4. Proposed Instructions

4.1. vrgather<N>.vv

Synopsis

N-bit in-lane vector register gather (128-bit, 256-bit, 512-bit and 1024-bit)

Mnemonics

vrgather128.vv vd, vs2, vs1, vm
vrgather256.vv vd, vs2, vs1, vm
vrgather512.vv vd, vs2, vs1, vm
vrgather1024.vv vd, vs2, vs1, vm

Encoding
Diagram
Description

The in-lane vector register gather instructions are register gather instruction that read elements from N-bit lanes of a first source vector register group at locations, within the lanes, given by the corresponding lanes of a second vector source register group. The index values are taken from the lowest N/SEW bits of the elements in the second vector. The source vector can be read at any index from within a lane regardless of vl.

Operation
if (vs1 == vd | vs2 == vd) then return Illegal_Instruction();
let idx = i/16*SEW + unsigned(vs1_val[i][N/SEW-1 .. 0]);
if idx < VLMAX then vs2_val[idx] else zeros();

4.2. vrgather<N>ei4.vx

Synopsis

N-bit in-lane vector-scalar register gather (128-bit, 256-bit, 512-bit and 1024-bit)

Mnemonics

vrgather128ei4.vx vd, vs2, rs1, vm
vrgather256ei4.vx vd, vs2, rs1, vm
vrgather512ei4.vx vd, vs2, rs1, vm
vrgather1024ei4.vx vd, vs2, rs1, vm

Encoding
Diagram
Description

The in-lane vector-scalar register gather instructions are vector register gather instructions that read elements from N-bit lanes of a source vector register group at locations within the lanes, given by the 16 4-bit indices encoded in the scalar register. The source vector can be read at any index from within a lane regardless of vl. The instructions operate at a EEW=N/16, EMUL=LMUL, EVL=(VL*SEW+EEW-1)/EEW, enabling efficient type punning.

Software should prefer the variant with the smallest lane for a given shuffle, even if EEW doesn’t match the element width it want to operate on. For example, duplicating the first 32-bit element in lanes of four 32-bit elements, so 128-bit lanes, can be accomplished with vrgather128ei4.vx and a scalar register with the value 0x3210321032103210.

Operation
let EEW = N/16;
let EMUL = LMUL;
let EVL = (VL*SEW+EEW-1)/EEW;
if (vs1 == vd) then return Illegal_Instruction();
let idx = i/16*EEW + unsigned(vs1_val[i%16*4+4 .. i%16*4]);
if idx < VLMAX then vs2_val[idx] else zeros();

Bibliography

Abel, A., & Reineke, J. (2019). uops.info: Characterizing Latency, Throughput, and Port Usage of Instructions on Intel Microarchitectures. Proceedings of the Twenty-Fourth International Conference on Architectural Support for Programming Languages and Operating Systems, 673–686. doi.org/10.1145/3297858.3304062

Yee, A. J. (2025). Zen5’s AVX512 Teardown + More…​ www.numberworld.org/blogs/2024_8_7_zen5_avx512_teardown/

Appendix A: Usage survey

The goal of this survey is to quanitify the usage of in-lane shuffles in existing SIMD code. It was conducted by inspecting various open source codebases by hand.

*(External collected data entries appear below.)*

def test_geotiff_and_netcdf_inputs_agree(make_case, tmp_path):
    rng = np.random.default_rng(11)
    times = pd.date_range("2031-03-01", periods=10, freq="D")
    rnet = rng.uniform(50.0, 250.0, (10, len(LAT), len(LON)))
    tas = rng.uniform(285.0, 305.0, (10, len(LAT), len(LON)))
    fields = {
        "rnet": (rnet, "W m-2", "surface_net_downward_radiative_flux"),
        "tas": (tas, "K", "air_temperature"),
    }
    climate = {"surface_net_downward_radiative_flux": "rnet", "air_temperature": "tas"}
    config = make_case(
        "priestley_taylor",
        fields=fields,
        climate=climate,
        times=times,
        output={"precipitation": False, "period": "day"},
    )
    from_netcdf = lakeloss.run(config).by_period
    write_geotiff(tmp_path / "rnet.tif", rnet, "W m-2")
    write_geotiff(tmp_path / "tas.tif", tas, "K")
    config["climate"] = {
        "surface_net_downward_radiative_flux": {
            "path": str(tmp_path / "rnet.tif"),
            "start": "2031-03-01",
            "step": "day",
        },
        "air_temperature": {
            "path": str(tmp_path / "tas.tif"),
            "start": "2031-03-01",
            "step": "day",
        },
    }
    from_geotiff = lakeloss.run(config).by_period
    pd.testing.assert_frame_equal(from_netcdf, from_geotiff, rtol=1e-6)


def test_monthly_and_daily_inputs_give_consistent_totals(make_case, tmp_path):
    # Daily climate constant within each month vs its monthly means: a rate computed from
    # monthly means times the days of the month must equal the sum of the daily rates.
    months = pd.date_range("2031-01-01", periods=3, freq="MS")
    rn_month = np.array([230.0, 190.0, 120.0])
    t_month = np.array([300.0, 297.0, 291.0])
    daily = pd.date_range("2031-01-01", "2031-03-31", freq="D")
    month_of_day = daily.month.to_numpy() - 1
    climate = {"surface_net_downward_radiative_flux": "rnet", "air_temperature": "tas"}

    def fields(rn, t):
        return {
            "rnet": (rn[:, None, None], "W m-2", "surface_net_downward_radiative_flux"),
            "tas": (t[:, None, None], "K", "air_temperature"),
        }

    config = make_case(
        "priestley_taylor",
        fields=fields(rn_month[month_of_day], t_month[month_of_day]),
        climate=climate,
        times=daily,
        output={"precipitation": False},
    )
    daily_result = lakeloss.run(config).by_period
    monthly_path = write_netcdf(
        climate_dataset(months + pd.Timedelta(days=14), fields(rn_month, t_month)),
        tmp_path / "monthly.nc",
    )
    for entry in config["climate"].values():
        entry["path"] = str(monthly_path)
    monthly_result = lakeloss.run(config).by_period
    assert list(monthly_result.drop_duplicates("period_start")["days"]) == [31, 28, 31]
    np.testing.assert_allclose(monthly_result["evap_mm"], daily_result["evap_mm"], rtol=1e-9)
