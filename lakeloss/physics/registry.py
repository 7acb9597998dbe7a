"""Registry of evaporation methods: what each needs, its parameters, and how to run it.

Each method is a :class:`MethodSpec` naming its required inputs (groups of alternatives, each
alternative a tuple of glossary names), its optional inputs, its parameters with
defaults and valid ranges, a one-line description and its reference. :func:`evaporate`
prepares the forcing from whatever inputs are given (:mod:`lakeloss.physics.forcing`) and
returns the rate in mm day-1 as a numpy array.
"""

from __future__ import annotations

import difflib
import itertools
import math
from collections.abc import Callable, Iterable, Mapping
from dataclasses import dataclass, field
from types import MappingProxyType
from typing import Any

import numpy as np

from lakeloss.errors import ConfigError, MissingInputError, ParameterRangeError, UnknownMethodError
from lakeloss.physics import atmosphere as atm
from lakeloss.physics import forcing as frc
from lakeloss.physics import methods as mth
from lakeloss.physics import stateful as stf
from lakeloss.physics import windfunctions as wf
from lakeloss.physics._types import ArrayLike

_Checked = Mapping[str, Any]
"""Parameters after :func:`validate_parameters`: floats and strings, every key present."""


@dataclass(frozen=True)
class ParameterSpec:
    """One tunable parameter shared by the methods that use it.

    Attributes
    ----------
    name : str
        Parameter name as written in the run configuration.
    default : float or str
        Value used when the configuration does not set it.
    minimum, maximum : float or None
        Inclusive valid range for numeric parameters; None for string parameters.
    unit : str
        Unit of the value (pint syntax; "1" for dimensionless).
    description : str
        One line for humans, with the source of the default.
    choices : tuple of str or None
        Allowed values of a string parameter.
    """

    name: str
    default: float | str
    minimum: float | None
    maximum: float | None
    unit: str
    description: str
    choices: tuple[str, ...] | None = None
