import type { RunResult } from '../engine/types';
import type { RunView } from '../schemas/jobs';
import { fixedPointLabel, fixedPointRole, type FixingRole } from './fixed-points';
import { runMovement } from './run-movement';

export type SupportRole = 'engine' | 'anchor' | 'slide' | 'hanger';

/** One place that holds or carries the pipe, and the movement it must allow when hot. */
export interface PlannedSupport {
  runId: string;
  runName: string;
  atMm: number;
  role: SupportRole;
  label: string;
  /** Hot axial movement there (positive = towards the run's end); 0 where the pipe is held. */
  movementMm: number;
  /** Where the support is a run end shared with the next run, the next run's name. */
  sharedWith: string | null;
}

export type ComputedRun = RunView & { result: RunResult };

const SUPPORT_ROLES: readonly FixingRole[] = ['engine', 'anchor', 'slide', 'hanger'];
const isSupport = (role: FixingRole): role is SupportRole => SUPPORT_ROLES.includes(role);

/** Consecutive runs meet where one's end fixing is the next one's start fixing. */
export const joined = (a: RunView | undefined, b: RunView | undefined) => a !== undefined && b !== undefined && a.endFixing === b.startFixing;

/**
 * Every support of the job in order: run ends that hold or carry the pipe and the supports
 * part-way along each run. A fixing shared by two runs is listed once, with the earlier run.
 */
export function supportPlan(runs: ComputedRun[]): PlannedSupport[] {
  const out: PlannedSupport[] = [];
  runs.forEach((run, i) => {
    const move = runMovement(run, run.result);
    const length = run.result.totalLengthMm;
    const add = (atMm: number, role: SupportRole, label: string, sharedWith: string | null = null) =>
      out.push({ runId: run.id, runName: run.name, atMm, role, label, movementMm: role === 'engine' || role === 'anchor' ? 0 : move.at(atMm), sharedWith });
    const startRole = fixedPointRole(run.startFixing);
    if (isSupport(startRole) && !joined(runs[i - 1], run)) add(0, startRole, fixedPointLabel(run.startFixing));
    for (const s of [...run.supports].sort((a, b) => a.atMm - b.atMm)) add(s.atMm, s.kind === 'sliding' ? 'slide' : 'hanger', s.kind === 'sliding' ? 'Sliding support' : 'Hanger');
    const endRole = fixedPointRole(run.endFixing);
    const next = runs[i + 1];
    if (isSupport(endRole)) add(length, endRole, fixedPointLabel(run.endFixing), joined(run, next) ? next!.name : null);
  });
  return out;
}

/** Positions along a run where something carries the pipe (the run's own supports and carrying ends; engine flanges hold it too). */
export function carryingPositions(run: RunView, lengthMm: number, includeEngine: boolean): number[] {
  const roles: FixingRole[] = includeEngine ? ['engine', 'anchor', 'slide', 'hanger'] : ['anchor', 'slide', 'hanger'];
  const at = run.supports.map((s) => s.atMm);
  if (roles.includes(fixedPointRole(run.startFixing))) at.push(0);
  if (roles.includes(fixedPointRole(run.endFixing))) at.push(lengthMm);
  return at.sort((a, b) => a - b);
}

/** In words, the movement a support must let the pipe make: "slide 4.2 mm towards the end". */
export function movementWords(s: PlannedSupport, fmt: (mm: number) => string): string {
  if (s.role === 'engine' || s.role === 'anchor') return 'Holds the pipe: no movement';
  if (Math.abs(s.movementMm) < 0.05) return 'Carries the pipe; it barely moves here';
  const way = s.movementMm > 0 ? 'towards the run’s end' : 'towards the run’s start';
  return `${s.role === 'slide' ? 'Let it slide' : 'Let it swing'} ${fmt(Math.abs(s.movementMm))} ${way}`;
}
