import type { RunView } from '../schemas/jobs';
import { type Phrase, phrase, quantity } from '../units';
import { fixedPointLabel, fixedPointRole } from './fixed-points';
import { checkNearby, type NearbyCheck } from './nearby-check';
import { NEARBY_MINIMUMS_NOTE } from './nearby';
import { jointPositionMm } from './run-movement';
import { carryingPositions, type ComputedRun, joined, type PlannedSupport, supportPlan } from './support-plan';
import { SYSTEM_BASIS_NOTES, type SystemBasis } from './system-basis';

export interface SystemFinding {
  code: 'STRETCH_WITHOUT_JOINT' | 'ENGINE_CARRIES_WEIGHT' | 'JOINT_UNSUPPORTED' | 'FLEX_POSITION_MISSING' | 'NEARBY_TOO_CLOSE' | 'RUN_NOT_CHECKED';
  severity: 'danger' | 'warning';
  runId: string | null;
  /** Worded at the screen in the reader's units (`wordPhrase`). */
  message: Phrase;
}

/** The job as a system: its supports and what they must allow, clearances, and what is wrong. */
export interface SystemCheck {
  supports: PlannedSupport[];
  nearby: NearbyCheck[];
  findings: SystemFinding[];
  basisNotes: string[];
}

const HELD = ['engine', 'anchor'];
const len = (mm: number) => quantity('length', mm);
const kg = (m: number) => quantity('mass', m, 1);
const isHeld = (id: RunView['startFixing']) => HELD.includes(fixedPointRole(id));
const takesGrowth = (run: RunView) =>
  run.joint.type !== 'none' || ['joint', 'free'].includes(fixedPointRole(run.startFixing)) || ['joint', 'free'].includes(fixedPointRole(run.endFixing));

/**
 * Stretches between two held points (an anchor or an engine flange) along runs joined end to
 * end: each needs a joint, a free end, or a restrained stress the run can carry.
 */
function stretches(runs: ComputedRun[]): SystemFinding[] {
  const out: SystemFinding[] = [];
  let open: ComputedRun[] | null = null;
  runs.forEach((run, i) => {
    if (!joined(runs[i - 1], run) || isHeld(run.startFixing)) open = isHeld(run.startFixing) ? [] : null;
    if (open === null) return;
    open.push(run);
    if (!isHeld(run.endFixing)) return;
    const stretch: ComputedRun[] = open;
    open = isHeld(run.endFixing) ? [] : null;
    if (stretch.some(takesGrowth)) return;
    if (stretch.length === 1 && stretch[0].result.restraint.verdict === 'clear') return;
    const growth = stretch.reduce((sum, r) => sum + r.result.growthMm, 0);
    const names = stretch.map((r) => r.name).join(', ');
    out.push({
      code: 'STRETCH_WITHOUT_JOINT',
      severity: 'danger',
      runId: stretch[0].id,
      message: phrase`From the ${fixedPointLabel(stretch[0].startFixing).toLowerCase()} to the ${fixedPointLabel(run.endFixing).toLowerCase()} (${names}) the pipe is held at both ends with no joint: its ${len(growth)} of growth has nowhere to go and cracks welds or brackets. Fit a flex section or a slip joint, or let one end slide`,
    });
  });
  return out;
}

/** The first thing that carries the pipe after an engine flange, and what the flange carries meanwhile. */
function engineLoad(run: ComputedRun, fromStart: boolean, basis: SystemBasis): SystemFinding | null {
  const length = run.result.totalLengthMm;
  const perMm = run.result.massKg / length;
  const carriers = carryingPositions(run, length, false).map((x) => (fromStart ? x : length - x)).filter((d) => d > 0);
  const first = carriers.length ? Math.min(...carriers) : null;
  const flange = fixedPointLabel(fromStart ? run.startFixing : run.endFixing).toLowerCase();
  if (first === null) {
    return {
      code: 'ENGINE_CARRIES_WEIGHT',
      severity: 'danger',
      runId: run.id,
      message: phrase`Nothing in ${run.name} carries the pipe: its ${kg(run.result.massKg)} hangs on the ${flange}. Add a sliding support or hanger within ${len(basis.engineSupportMm)} of it`,
    };
  }
  if (first <= basis.engineSupportMm) return null;
  const j = jointPositionMm(run, length);
  const flexBefore = run.joint.type === 'flex' && j !== null && (fromStart ? j : length - j) < first;
  const carried = flexBefore ? perMm * (fromStart ? j! : length - j!) : (perMm * first) / 2;
  return {
    code: 'ENGINE_CARRIES_WEIGHT',
    severity: 'warning',
    runId: run.id,
    message: phrase`The first support of ${run.name} is ${len(first)} from the ${flange} (more than ${len(basis.engineSupportMm)}): the flange carries about ${kg(carried)} of pipe. Add a support nearer the ${flange}`,
  };
}

function jointSupports(runs: ComputedRun[], i: number, basis: SystemBasis): SystemFinding[] {
  const run = runs[i];
  if (run.joint.type === 'none') return [];
  const length = run.result.totalLengthMm;
  const what = run.joint.type === 'flex' ? 'flex section' : 'slip joint';
  const j = jointPositionMm(run, length);
  if (j === null) {
    return [{ code: 'FLEX_POSITION_MISSING', severity: 'warning', runId: run.id, message: [`Give the position of the flex section in ${run.name} to check the supports either side of it`] }];
  }
  const d = basis.supportNearJointMm;
  const here = carryingPositions(run, length, true);
  const near = (side: 'start' | 'end'): boolean => {
    if (here.some((x) => (side === 'start' ? x <= j && j - x <= d && !(x === j && x > 0) : x >= j && x - j <= d && !(x === j && x < length)))) return true;
    const neighbour = side === 'end' && j >= length && joined(run, runs[i + 1]) ? runs[i + 1] : side === 'start' && j <= 0 && joined(runs[i - 1], run) ? runs[i - 1] : null;
    if (!neighbour) return false;
    const nl = neighbour.result.totalLengthMm;
    return carryingPositions(neighbour, nl, true).some((x) => (side === 'end' ? x > 0 && x <= d : x < nl && nl - x <= d));
  };
  const out: SystemFinding[] = [];
  for (const side of ['start', 'end'] as const) {
    const beyondRun = (side === 'end' && j >= length && !joined(run, runs[i + 1])) || (side === 'start' && j <= 0 && !joined(runs[i - 1], run));
    if (beyondRun || near(side)) continue;
    out.push({
      code: 'JOINT_UNSUPPORTED',
      severity: 'warning',
      runId: run.id,
      message: phrase`No support within ${len(d)} on the ${side === 'start' ? 'start' : 'end'} side of the ${what} in ${run.name} (at ${len(j)}): support both sides so the joint never carries weight`,
    });
  }
  return out;
}

/** The whole job checked as one system, in run order. Runs without a result are named and left out. */
export function checkSystem(runs: RunView[], basis: SystemBasis): SystemCheck {
  const computed = runs.filter((r): r is ComputedRun => r.result !== null);
  const findings: SystemFinding[] = runs
    .filter((r) => r.result === null)
    .map((r) => ({ code: 'RUN_NOT_CHECKED', severity: 'warning', runId: r.id, message: [`${r.name} has no result, so its supports and clearances are not checked`] }));
  findings.push(...stretches(computed));
  computed.forEach((run, i) => {
    // A run between two engine flanges (manifold to turbo) is part of the engine assembly; the rule is for the system leaving it.
    const startEngine = fixedPointRole(run.startFixing) === 'engine';
    const endEngine = fixedPointRole(run.endFixing) === 'engine';
    if (startEngine !== endEngine) {
      const f = engineLoad(run, startEngine, basis);
      if (f) findings.push(f);
    }
    findings.push(...jointSupports(computed, i, basis));
  });
  const nearby = computed.flatMap((run) => run.nearby.map((_item, i) => checkNearby(run, i, basis.nearbyMinimumsMm)));
  for (const n of nearby) if (!n.ok) findings.push({ code: 'NEARBY_TOO_CLOSE', severity: 'danger', runId: n.runId, message: n.message });
  return { supports: supportPlan(computed), nearby, findings, basisNotes: [...SYSTEM_BASIS_NOTES, NEARBY_MINIMUMS_NOTE] };
}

Table 2. vpermb/vpshufb occurrences in open-source codebases
usage dav1d x264 ffmpeg hyperscan simdutf simdjson hyperscan

vpermb

623

0

37

26

21

0

21

vpshufb

1347

184

182

104

91

10

104

Table 2 shows that in-lane shuffle operations are very common.

Table 3. Categorization of vpshufb usage in open-source codebases
vpshufb usage LUT constant-shuffle dynamic-shuffle

ffmpeg

14

168

0

simdutf

20

64

7

simdjson

8

0

2 (implements vcompress.vm)

Table 3 shows how common the different types of shuffles are. The large amount of constant-shuffle usage motivates the separate vrgather<N>ei4.vx instructions.